(Stored items)
#####
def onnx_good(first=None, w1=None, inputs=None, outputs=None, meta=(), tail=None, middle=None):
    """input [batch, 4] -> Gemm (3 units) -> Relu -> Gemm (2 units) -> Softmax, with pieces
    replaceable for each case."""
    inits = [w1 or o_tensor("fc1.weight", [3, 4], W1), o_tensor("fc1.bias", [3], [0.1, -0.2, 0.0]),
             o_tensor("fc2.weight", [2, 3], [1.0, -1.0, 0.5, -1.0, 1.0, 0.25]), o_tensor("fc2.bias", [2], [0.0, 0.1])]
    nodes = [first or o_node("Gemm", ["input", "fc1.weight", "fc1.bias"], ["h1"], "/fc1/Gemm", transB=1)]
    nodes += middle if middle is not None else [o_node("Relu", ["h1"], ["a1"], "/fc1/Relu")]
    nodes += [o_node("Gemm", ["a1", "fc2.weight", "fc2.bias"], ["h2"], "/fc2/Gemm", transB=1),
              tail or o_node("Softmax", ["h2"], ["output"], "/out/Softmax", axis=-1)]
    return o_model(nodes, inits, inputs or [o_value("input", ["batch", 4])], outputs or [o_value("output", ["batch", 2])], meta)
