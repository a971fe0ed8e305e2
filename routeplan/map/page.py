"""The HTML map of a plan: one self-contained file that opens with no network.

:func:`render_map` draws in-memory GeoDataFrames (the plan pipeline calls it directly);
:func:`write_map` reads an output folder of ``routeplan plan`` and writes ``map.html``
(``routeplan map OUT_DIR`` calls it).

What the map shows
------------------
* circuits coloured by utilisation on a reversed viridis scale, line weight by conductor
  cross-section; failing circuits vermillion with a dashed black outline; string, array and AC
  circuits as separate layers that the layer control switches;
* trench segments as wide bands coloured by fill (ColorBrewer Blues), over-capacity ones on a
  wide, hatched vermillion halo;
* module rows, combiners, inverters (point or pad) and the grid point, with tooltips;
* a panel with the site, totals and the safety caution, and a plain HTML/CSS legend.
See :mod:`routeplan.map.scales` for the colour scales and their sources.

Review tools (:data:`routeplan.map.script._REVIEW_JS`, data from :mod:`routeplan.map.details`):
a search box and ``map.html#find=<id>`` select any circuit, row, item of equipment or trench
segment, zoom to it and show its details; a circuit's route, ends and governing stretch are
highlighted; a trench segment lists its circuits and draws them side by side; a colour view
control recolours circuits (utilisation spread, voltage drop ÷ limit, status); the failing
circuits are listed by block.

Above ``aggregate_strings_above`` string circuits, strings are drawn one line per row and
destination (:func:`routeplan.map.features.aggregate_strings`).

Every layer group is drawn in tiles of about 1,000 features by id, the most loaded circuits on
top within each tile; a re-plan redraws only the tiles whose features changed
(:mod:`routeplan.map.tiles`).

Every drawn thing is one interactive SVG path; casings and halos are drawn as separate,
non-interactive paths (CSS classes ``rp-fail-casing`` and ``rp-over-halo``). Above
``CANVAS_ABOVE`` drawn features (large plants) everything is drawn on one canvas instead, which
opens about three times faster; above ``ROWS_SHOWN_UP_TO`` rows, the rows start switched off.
#####
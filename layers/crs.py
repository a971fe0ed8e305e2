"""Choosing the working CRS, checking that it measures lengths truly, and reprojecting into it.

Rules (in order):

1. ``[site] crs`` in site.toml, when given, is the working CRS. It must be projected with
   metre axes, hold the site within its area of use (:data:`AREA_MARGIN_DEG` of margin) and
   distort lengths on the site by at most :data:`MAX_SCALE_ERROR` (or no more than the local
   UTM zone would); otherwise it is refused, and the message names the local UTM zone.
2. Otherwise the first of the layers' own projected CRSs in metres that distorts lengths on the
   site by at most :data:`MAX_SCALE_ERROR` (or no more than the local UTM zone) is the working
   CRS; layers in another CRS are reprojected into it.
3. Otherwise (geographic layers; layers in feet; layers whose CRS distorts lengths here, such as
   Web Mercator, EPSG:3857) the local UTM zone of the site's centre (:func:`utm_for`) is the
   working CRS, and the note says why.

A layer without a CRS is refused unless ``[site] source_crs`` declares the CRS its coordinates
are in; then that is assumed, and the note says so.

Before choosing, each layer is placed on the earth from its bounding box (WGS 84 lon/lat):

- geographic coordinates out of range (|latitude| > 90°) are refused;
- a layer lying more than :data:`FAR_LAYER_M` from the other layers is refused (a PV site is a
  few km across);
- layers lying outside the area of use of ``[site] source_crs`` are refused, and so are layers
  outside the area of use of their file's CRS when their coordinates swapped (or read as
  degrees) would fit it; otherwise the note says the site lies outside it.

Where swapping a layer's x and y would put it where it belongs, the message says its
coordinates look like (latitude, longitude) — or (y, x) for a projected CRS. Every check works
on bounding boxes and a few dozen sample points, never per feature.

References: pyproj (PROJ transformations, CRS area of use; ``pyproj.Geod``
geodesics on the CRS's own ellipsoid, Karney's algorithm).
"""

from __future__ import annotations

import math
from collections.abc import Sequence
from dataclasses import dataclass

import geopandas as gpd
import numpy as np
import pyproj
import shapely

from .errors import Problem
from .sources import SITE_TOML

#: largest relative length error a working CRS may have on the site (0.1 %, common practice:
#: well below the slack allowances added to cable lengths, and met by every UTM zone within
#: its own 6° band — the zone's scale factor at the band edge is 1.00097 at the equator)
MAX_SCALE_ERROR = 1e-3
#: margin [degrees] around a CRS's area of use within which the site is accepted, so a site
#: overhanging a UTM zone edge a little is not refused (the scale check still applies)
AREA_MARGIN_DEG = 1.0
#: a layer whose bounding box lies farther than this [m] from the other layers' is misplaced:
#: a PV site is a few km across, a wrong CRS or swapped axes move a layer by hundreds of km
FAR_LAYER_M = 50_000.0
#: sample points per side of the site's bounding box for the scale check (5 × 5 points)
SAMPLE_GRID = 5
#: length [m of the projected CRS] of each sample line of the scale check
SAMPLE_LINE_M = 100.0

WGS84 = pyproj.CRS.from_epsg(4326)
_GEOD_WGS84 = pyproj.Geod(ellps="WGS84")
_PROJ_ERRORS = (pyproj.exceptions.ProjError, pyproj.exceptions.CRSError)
#####
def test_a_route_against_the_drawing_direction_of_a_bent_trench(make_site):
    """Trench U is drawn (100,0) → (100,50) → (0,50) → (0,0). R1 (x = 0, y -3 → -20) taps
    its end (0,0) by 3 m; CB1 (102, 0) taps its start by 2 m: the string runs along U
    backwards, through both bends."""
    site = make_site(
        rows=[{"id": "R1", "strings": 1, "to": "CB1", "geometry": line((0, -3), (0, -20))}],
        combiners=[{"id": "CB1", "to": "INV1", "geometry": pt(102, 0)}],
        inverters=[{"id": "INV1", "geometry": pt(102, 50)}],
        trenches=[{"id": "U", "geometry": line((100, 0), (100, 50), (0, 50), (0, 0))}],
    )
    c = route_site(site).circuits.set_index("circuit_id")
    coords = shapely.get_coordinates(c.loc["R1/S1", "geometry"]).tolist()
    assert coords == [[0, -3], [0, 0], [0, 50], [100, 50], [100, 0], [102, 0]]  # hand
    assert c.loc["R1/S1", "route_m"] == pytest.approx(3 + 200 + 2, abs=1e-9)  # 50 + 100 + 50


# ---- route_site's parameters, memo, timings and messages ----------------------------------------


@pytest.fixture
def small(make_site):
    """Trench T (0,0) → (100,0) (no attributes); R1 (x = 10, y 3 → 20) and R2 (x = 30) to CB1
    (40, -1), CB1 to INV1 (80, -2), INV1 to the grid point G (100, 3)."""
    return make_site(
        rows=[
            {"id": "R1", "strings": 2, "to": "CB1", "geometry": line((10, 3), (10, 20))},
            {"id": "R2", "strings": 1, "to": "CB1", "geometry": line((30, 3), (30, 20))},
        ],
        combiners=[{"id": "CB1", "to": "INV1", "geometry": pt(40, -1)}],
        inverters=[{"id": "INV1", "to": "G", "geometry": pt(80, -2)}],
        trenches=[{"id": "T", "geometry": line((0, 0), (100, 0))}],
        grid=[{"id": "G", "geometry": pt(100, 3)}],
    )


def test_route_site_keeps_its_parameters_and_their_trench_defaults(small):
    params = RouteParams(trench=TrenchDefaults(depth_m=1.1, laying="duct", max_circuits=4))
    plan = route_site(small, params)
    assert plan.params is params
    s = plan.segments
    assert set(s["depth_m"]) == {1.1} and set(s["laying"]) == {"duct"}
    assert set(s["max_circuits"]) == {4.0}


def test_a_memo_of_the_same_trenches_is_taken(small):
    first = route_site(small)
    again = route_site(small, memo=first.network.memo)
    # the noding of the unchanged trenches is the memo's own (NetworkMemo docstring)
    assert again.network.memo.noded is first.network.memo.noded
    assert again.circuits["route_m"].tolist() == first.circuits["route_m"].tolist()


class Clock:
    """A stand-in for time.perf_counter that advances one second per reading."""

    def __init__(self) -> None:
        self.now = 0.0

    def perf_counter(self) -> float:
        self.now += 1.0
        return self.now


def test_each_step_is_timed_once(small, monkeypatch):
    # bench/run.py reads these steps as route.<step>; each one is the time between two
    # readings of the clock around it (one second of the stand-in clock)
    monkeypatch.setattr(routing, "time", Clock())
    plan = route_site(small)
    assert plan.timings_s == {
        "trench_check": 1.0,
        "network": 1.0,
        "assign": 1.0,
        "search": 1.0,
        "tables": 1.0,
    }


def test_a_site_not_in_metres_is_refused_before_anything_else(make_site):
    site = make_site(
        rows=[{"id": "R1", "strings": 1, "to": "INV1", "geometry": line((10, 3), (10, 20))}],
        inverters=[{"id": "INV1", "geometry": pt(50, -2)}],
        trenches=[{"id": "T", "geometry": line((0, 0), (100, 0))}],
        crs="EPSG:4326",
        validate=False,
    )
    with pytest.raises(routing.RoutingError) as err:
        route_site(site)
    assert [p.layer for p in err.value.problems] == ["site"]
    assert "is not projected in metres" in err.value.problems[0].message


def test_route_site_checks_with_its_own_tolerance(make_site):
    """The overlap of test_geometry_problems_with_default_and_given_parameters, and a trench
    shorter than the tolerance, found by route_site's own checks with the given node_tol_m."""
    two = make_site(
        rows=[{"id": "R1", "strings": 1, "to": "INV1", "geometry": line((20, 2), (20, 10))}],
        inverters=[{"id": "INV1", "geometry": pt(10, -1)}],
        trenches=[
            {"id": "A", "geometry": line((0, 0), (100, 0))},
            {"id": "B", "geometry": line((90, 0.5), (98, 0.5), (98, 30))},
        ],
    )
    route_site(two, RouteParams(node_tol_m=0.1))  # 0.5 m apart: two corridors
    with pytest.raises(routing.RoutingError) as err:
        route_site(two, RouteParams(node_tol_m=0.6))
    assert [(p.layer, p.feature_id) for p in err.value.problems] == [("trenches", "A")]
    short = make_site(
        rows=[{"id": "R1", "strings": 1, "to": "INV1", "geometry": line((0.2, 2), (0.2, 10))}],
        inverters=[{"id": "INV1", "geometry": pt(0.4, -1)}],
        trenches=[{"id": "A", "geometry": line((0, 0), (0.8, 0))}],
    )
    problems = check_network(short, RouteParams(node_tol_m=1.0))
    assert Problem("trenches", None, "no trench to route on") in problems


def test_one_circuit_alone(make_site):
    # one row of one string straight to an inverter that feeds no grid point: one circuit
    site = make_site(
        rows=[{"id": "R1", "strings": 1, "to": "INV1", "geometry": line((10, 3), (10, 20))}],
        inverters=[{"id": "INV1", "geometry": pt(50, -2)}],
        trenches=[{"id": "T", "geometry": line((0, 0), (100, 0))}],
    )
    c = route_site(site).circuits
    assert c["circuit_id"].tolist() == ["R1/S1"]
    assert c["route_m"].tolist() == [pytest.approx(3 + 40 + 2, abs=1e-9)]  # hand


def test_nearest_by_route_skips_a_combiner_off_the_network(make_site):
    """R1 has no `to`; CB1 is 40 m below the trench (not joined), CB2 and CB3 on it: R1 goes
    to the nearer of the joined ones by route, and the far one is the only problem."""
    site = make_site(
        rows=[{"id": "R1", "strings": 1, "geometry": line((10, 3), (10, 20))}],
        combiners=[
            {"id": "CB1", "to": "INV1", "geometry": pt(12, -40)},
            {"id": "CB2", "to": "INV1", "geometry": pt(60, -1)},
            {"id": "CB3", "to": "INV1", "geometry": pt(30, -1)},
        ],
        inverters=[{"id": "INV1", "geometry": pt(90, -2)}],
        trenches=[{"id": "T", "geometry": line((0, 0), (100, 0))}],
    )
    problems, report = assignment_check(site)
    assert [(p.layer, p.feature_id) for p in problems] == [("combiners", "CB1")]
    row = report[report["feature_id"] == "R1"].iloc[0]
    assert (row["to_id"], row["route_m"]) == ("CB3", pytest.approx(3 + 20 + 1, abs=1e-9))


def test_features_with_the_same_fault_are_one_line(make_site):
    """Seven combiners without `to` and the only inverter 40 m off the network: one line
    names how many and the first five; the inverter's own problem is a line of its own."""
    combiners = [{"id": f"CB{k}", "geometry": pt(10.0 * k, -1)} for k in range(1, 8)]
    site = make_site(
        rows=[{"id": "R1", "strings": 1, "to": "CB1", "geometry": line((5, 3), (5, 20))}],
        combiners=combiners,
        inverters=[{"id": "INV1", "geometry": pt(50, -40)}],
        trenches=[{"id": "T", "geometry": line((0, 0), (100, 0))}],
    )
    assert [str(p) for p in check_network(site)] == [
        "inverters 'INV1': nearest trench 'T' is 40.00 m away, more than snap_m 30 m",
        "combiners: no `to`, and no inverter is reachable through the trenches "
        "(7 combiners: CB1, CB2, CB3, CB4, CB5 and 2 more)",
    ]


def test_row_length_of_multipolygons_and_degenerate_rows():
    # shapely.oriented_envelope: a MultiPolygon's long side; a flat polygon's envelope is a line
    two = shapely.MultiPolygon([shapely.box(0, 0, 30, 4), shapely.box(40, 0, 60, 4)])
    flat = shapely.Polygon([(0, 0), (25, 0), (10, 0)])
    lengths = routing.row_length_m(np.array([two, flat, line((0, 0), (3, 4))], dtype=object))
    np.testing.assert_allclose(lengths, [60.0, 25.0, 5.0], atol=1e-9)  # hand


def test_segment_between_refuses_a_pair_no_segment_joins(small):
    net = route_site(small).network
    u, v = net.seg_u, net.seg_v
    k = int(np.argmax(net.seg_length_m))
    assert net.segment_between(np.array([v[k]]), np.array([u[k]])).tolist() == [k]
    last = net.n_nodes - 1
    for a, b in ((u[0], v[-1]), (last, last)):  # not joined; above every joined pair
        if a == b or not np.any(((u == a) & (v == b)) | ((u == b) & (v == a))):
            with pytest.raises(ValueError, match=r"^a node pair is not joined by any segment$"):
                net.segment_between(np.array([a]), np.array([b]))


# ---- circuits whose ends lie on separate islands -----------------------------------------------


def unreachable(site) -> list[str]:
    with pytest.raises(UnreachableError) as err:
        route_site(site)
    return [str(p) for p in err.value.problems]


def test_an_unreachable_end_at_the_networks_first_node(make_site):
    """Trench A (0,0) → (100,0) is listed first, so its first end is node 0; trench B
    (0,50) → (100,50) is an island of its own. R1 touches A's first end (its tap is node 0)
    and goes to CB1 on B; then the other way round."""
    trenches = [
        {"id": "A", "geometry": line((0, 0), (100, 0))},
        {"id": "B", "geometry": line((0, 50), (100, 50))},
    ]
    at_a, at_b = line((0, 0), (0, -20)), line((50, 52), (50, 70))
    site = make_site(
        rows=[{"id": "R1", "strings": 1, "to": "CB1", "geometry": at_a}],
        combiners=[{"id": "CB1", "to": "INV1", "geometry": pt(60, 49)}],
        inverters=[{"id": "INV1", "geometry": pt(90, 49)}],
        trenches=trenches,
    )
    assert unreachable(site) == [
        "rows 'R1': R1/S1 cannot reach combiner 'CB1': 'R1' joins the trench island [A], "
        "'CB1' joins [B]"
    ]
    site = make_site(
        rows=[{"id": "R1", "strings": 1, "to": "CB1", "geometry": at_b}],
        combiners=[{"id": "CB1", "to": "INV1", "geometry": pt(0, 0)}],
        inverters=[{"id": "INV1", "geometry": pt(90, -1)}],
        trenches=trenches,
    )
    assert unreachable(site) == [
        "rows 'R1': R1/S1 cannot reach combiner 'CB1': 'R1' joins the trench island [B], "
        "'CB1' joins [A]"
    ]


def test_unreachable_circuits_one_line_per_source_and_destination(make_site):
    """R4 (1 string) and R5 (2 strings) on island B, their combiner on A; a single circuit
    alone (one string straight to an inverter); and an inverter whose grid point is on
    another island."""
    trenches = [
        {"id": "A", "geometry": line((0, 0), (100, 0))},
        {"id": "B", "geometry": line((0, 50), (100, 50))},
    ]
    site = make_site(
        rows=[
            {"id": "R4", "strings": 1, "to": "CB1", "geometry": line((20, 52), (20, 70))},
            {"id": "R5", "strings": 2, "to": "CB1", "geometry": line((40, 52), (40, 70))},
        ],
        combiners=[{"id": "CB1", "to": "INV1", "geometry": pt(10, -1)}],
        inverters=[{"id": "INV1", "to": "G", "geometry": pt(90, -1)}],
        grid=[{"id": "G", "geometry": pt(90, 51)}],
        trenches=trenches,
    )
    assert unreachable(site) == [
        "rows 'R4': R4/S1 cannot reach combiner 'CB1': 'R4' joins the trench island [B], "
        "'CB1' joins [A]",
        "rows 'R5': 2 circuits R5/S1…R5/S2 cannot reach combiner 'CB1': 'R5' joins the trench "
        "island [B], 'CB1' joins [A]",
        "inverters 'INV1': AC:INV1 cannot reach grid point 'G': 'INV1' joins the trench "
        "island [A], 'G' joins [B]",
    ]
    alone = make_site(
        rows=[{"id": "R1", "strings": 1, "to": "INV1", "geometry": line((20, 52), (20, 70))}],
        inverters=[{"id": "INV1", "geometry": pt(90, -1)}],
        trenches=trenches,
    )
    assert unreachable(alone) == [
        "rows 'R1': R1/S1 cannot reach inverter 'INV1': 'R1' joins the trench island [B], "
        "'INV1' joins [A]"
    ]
#####
* **INSTRUCTIONS FOR THE TASK**
Copy out every line of the data in which the word "bounding" is found.

* **EXERCISE ANSWER**
Before choosing, each layer is placed on the earth from its bounding box (WGS 84 lon/lat):
on bounding boxes and a few dozen sample points, never per feature.
#: a layer whose bounding box lies farther than this [m] from the other layers' is misplaced:
#: sample points per side of the site's bounding box for the scale check (5 × 5 points)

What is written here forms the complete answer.